From: Rusty Russell <rusty@rustcorp.com.au>
To: Herbert Xu <herbert@gondor.apana.org.au>
Cc: Sridhar Samudrala <sri@us.ibm.com>,
mst@redhat.com, netdev@vger.kernel.org
Subject: Re: [RFC PATCH] Regression in linux 2.6.32 virtio_net seen with vhost-net
Date: Wed, 16 Dec 2009 23:15:38 +1030 [thread overview]
Message-ID: <200912162315.38802.rusty@rustcorp.com.au> (raw)
In-Reply-To: <20091216025331.GA13935@gondor.apana.org.au>
On Wed, 16 Dec 2009 01:23:31 pm Herbert Xu wrote:
> On Wed, Dec 16, 2009 at 01:11:40PM +1030, Rusty Russell wrote:
> >
> > Thanks for the hint. They seem to use NAPI for xmit cleanup, so that's
> > what we should do? I'll try, but such a rewrite doesn't belong in 2.6.32.
>
> Well it depends. Real drivers can't touch the hardware so they're
> stuck with whatever the hardware does.
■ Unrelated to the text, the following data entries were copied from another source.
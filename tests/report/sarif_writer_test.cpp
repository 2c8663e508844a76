// SARIF output against the official SARIF 2.1.0 schema (tests/data/schemas/sarif-schema-2.1.0.json,
// validated with python3-jsonschema), plus the properties code-scanning services rely on.
#include <gtest/gtest.h>

#include <nlohmann/json.hpp>
#include <set>
#include <string>

#include "support/cli_runner.hpp"

namespace mainscheck::test_support {
namespace {

const char* kSarifSchema = MAINSCHECK_SOURCE_DIR "/tests/data/schemas/sarif-schema-2.1.0.json";

// Validates a JSON file against a JSON schema; prints the first error and exits 1 when invalid.
const char* kValidate =
    "import json, sys, jsonschema\n"
    "schema = json.load(open(sys.argv[1]))\n"
    "doc = json.load(open(sys.argv[2]))\n"
    "cls = jsonschema.validators.validator_for(schema)\n"
    "errors = sorted(cls(schema).iter_errors(doc), key=lambda e: list(e.path))\n"
    "for e in errors[:5]: print(list(e.path), e.message)\n"
    "sys.exit(1 if errors else 0)\n";

void expect_schema_valid(const std::vector<std::string>& check_args) {
  const auto py = python_with_jsonschema();
  if (!py) GTEST_SKIP() << "no python3 on PATH can import jsonschema (Debian package python3-jsonschema)";
  ASSERT_TRUE(std::filesystem::exists(kSarifSchema)) << kSarifSchema;
  TempDir dir("sarif");
  ASSERT_FALSE(dir.path().empty());
  std::vector<std::string> args{"-q", "check"};
  args.insert(args.end(), check_args.begin(), check_args.end());
  args.insert(args.end(), {"--format", "sarif"});
  const ProcessResult r = run_mainscheck(args);
  ASSERT_TRUE(r.exited()) << r.error;
  ASSERT_FALSE(r.out.empty()) << r.err;
  const auto file = dir.path() / "report.sarif";
  write_file(file, r.out);
  const ProcessResult v = run_process({*py, "-c", kValidate, kSarifSchema, file.string()});
  ASSERT_TRUE(v.exited()) << v.error;
  EXPECT_EQ(v.exit_code, 0) << "SARIF does not validate:\n" << v.out << v.err;
}

TEST(SarifWriter, ValidatesAgainstSchemaForOneNetlist) { expect_schema_valid({"examples/bench-supply-bridge.cir"}); }

TEST(SarifWriter, ValidatesAgainstSchemaForAnAnalysisFailure) {
  expect_schema_valid({"examples/timer-capacitive-dropper.cir"});
}

TEST(SarifWriter, ValidatesAgainstSchemaForABatch) {
  expect_schema_valid({"examples/bench-supply-bridge.cir", "examples/lamp-dimmer-triac.cir"});
}

TEST(SarifWriter, MergedFindingsLocateEveryPart) {
  // Ten equal lamps over their rating (issue 15 item 11): one result per rating, every lamp a logical
  // location, each further lamp a related location at its own line; the log stays schema-valid.
  expect_schema_valid({"examples/festoon-lamp-string.cir"});
  const ProcessResult r = run_mainscheck({"-q", "check", "examples/festoon-lamp-string.cir", "--format", "sarif"});
  const auto doc = nlohmann::json::parse(r.out);
  int merged = 0;
  for (const auto& res : doc["runs"][0]["results"]) {
    if (res["ruleId"] != "series-string" || res["level"] != "error") continue;
    ++merged;
    EXPECT_EQ(res["locations"][0]["logicalLocations"].size(), 10u);
    ASSERT_EQ(res["relatedLocations"].size(), 9u) << res.dump();
    EXPECT_EQ(res["relatedLocations"][0]["message"]["text"], "RLP2: the same finding");
    EXPECT_EQ(res["relatedLocations"][0]["physicalLocation"]["region"]["startLine"], 8);
  }
  EXPECT_EQ(merged, 2);  // power and voltage, not twenty
}

TEST(SarifWriter, ResultsCarryRuleLocationAndFingerprint) {
  const ProcessResult r = run_mainscheck({"-q", "check", "examples/bench-supply-bridge.cir", "--format", "sarif"});
  ASSERT_TRUE(r.exited());
  const auto doc = nlohmann::json::parse(r.out);
  ASSERT_EQ(doc["runs"].size(), 1u);
  const auto& run = doc["runs"][0];
  std::set<std::string> rule_ids;
  for (const auto& rule : run["tool"]["driver"]["rules"]) {
    rule_ids.insert(rule["id"].get<std::string>());
    EXPECT_TRUE(rule.contains("helpUri")) << rule["id"];
    EXPECT_TRUE(rule.contains("help")) << rule["id"];
  }
  ASSERT_FALSE(run["results"].empty());
  std::set<std::string> fingerprints;
  for (const auto& res : run["results"]) {
    EXPECT_EQ(rule_ids.count(res["ruleId"].get<std::string>()), 1u) << res["ruleId"];
    const auto& loc = res["locations"][0]["physicalLocation"];
    EXPECT_EQ(loc["artifactLocation"]["uri"], "examples/bench-supply-bridge.cir");
    EXPECT_GT(loc["region"]["startLine"].get<int>(), 0);
    ASSERT_TRUE(res.contains("partialFingerprints"));
    for (const auto& [k, v] : res["partialFingerprints"].items()) fingerprints.insert(k + "=" + v.get<std::string>());
  }
  // Each finding is told apart by its fingerprint, or code scanning would merge them.
  EXPECT_EQ(fingerprints.size(), run["results"].size());
  // Errors keep the SARIF level "error"; the 250 V fuse on 230 V mains is none of them (its rated
  // voltage is compared with the 230 V nominal system voltage, IEC 60038, not the 253 V high line).
  bool fuse_finding = false, any_error = false;
  for (const auto& res : run["results"]) {
    fuse_finding = fuse_finding || res["ruleId"] == "voltage-rating.fuse";
    any_error = any_error || res["level"] == "error";
  }
  EXPECT_FALSE(fuse_finding);
  EXPECT_TRUE(any_error);
}

}  // namespace
}  // namespace mainscheck::test_support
For virtio we do have the
> flexibility of modifying the backend.
>
> Having said that, for existing backends that will signal when there
> is just a single free entry on the queue something like NAPI could
> reduce the overhead associated with the IRQs.
OK, this is unfortunately untested, but wanted to send it out tonight:
virtio_net: use NAPI for xmit (UNTESTED)
This is closer to the way tg3 and ixgbe do it: use the NAPI framework to
free transmitted packets. It neatens things a little as well.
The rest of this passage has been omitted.